Jak Jan Paweł II wpłynął na politykę, kulturę, duchowość i tożsamość
Przemysław Radzyński
W czasie dwudniowej konferencji w ramach kilku paneli głos zabrali znamienici historycy, filozofowie, teologowie a także przedstawiciele świata polityki, mediów i sztuki.
Jan Paweł II stworzył polityczny klimat
„W XX w. Watykan bardzo ostro potępił komunizm. Mało kto wierzył, że „Solidarność” ma szanse polityczne. Polski papież idealnie pogodził polskiego ducha wolności z polityką. Jan Paweł II stworzył polityczny klimat, który sprawił, że koncepcja „Solidarności” była możliwa” – mówił brytyjsko-polski historyk prof. Norman Davies podkreślając talenty komunikacyjne Ojca Świętego i stawiając go za wzór współczesnej młodzieży jako autorytet nie tylko kościelny, ale i światowy.
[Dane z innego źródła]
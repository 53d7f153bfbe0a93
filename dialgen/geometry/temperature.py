"""Sensors of temperature on a face: their laws hold in °C, the face may be in °C, °F or K."""

from __future__ import annotations

from dataclasses import dataclass

import numpy as np

from dialgen.errors import InputError
from dialgen.quantity import ZERO_CELSIUS_K, meant_degree, shown
from dialgen.stage import Array, Span, Stage

_GRAIN = 9
"""To how many decimals a range is turned to the face's degrees, so that 3.15 K is not below -270 °C."""


@dataclass(frozen=True, slots=True)
class Degrees:
    """A face's degrees: (value - zero)·size is the temperature in °C."""

    zero: float
    size: float

    def celsius(self, value: Array) -> Array:
        """Return temperatures in °C."""
        return (value - self.zero) * self.size

    def face(self, celsius: Array) -> Array:
        """Return temperatures as they stand on the face."""
        return celsius / self.size + self.zero


DEGREES = {"°C": Degrees(0.0, 1.0), "°F": Degrees(32.0, 5.0 / 9.0), "K": Degrees(ZERO_CELSIUS_K, 1.0)}
"""The units that a scale of temperature may have; exact by definition (SI Brochure, 9th edition)."""


@dataclass(frozen=True, slots=True)
class _OnFace:
    """A sensor's law seen from a face: ``inner`` goes from °C to the signal."""

    degrees: Degrees
    inner: Stage
    domain: Span

    @property
    def image(self) -> Span:
        return self.inner.image

    def forward(self, x: Array) -> Array:
        return self.inner.forward(self.degrees.celsius(x))

    def inverse(self, y: Array) -> Array:
        return self.degrees.face(self.inner.inverse(y))


def on_face(inner: Stage, span: Span, unit: str, sensor: str) -> Stage:
    """Return a sensor's law for a scale that runs over ``span`` in ``unit``.

    Args:
        inner: from °C to the signal.
        span: the scale's ends, in its own degrees.
        unit: the scale's unit.
        sensor: what it is, for messages.

    Raises:
        InputError: the unit is none of temperature, or the scale leaves the sensor's range; keys are
            relative to the scale.
    """
    if unit not in DEGREES:
        # A face is lettered with the unit as it stands, so near misses are not read here either.
        found = f"not in {shown(unit)}" if unit else "not without a unit"
        raise InputError(
            f'{sensor} has its scale in °C, °F or K, {found}; write unit = "{meant_degree(unit) or "degC"}"',
            ("unit",),
        )
    degrees = DEGREES[unit]
    low, high = (round(end, _GRAIN) for end in degrees.face(np.array(inner.domain)).tolist())
    _check_within(span, (low, high), unit, sensor)
    return _OnFace(degrees, inner, (low, high))


def _check_within(span: Span, domain: Span, unit: str, sensor: str) -> None:
    low, high = domain
    reach = f"{sensor} shows {low:.6g} to {high:.6g} {unit}"
    if not low <= span[0] <= high:
        raise InputError(
            f"{reach}, and the scale begins at {span[0]:.6g}; begin it within that", ("from",), ("law",)
        )
    if not low <= span[1] <= high:
        raise InputError(
            f"{reach}, and the scale ends at {span[1]:.6g}; end it within that", ("to",), ("law",)
        )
Miał wizję, której nie mieli politycy
„Papież był wizjonerem, miał wizję, której nie mieli politycy” – zwróciła uwagę prof. Hanna Suchocka. – „Był katalizatorem i jednocześnie twórcą przemian, które nastąpiły w świecie” – mówiła była premier i ambasador RP przy Stolicy Apostolskiej zaznaczając, że wybór Karola Wojtyły na papieża w 1978 r. był „katalizatorem dla czegoś nowego, z jednej strony było to zaskoczenie, a z drugiej rodziła się nadzieja”.
Wierzył, że młodzież decyduje o losach swojego narodu
Abp Światosław Szewczuk w swoim wystąpieniu nazwał Jana Pawła II „papieżem wolności”. „O wolności mówił jako o darze Bożym, ale i o wyzwaniu. Pamiętam jego przemówienie do młodzieży ukraińskiej. Powiedział, że wolność może być trudniejsza niż niewola. Powiedział wtedy: nie bójcie się być wolnym narodem! Ukraina będzie taka, jaką wy zbudujecie” – mówił zwierzchnik Ukraińskiego Kościoła Greckokatolickiego podkreślając, że „fenomen Jana Pawła II jest rzeczywistością i przyszłością ukraińskiego narodu”.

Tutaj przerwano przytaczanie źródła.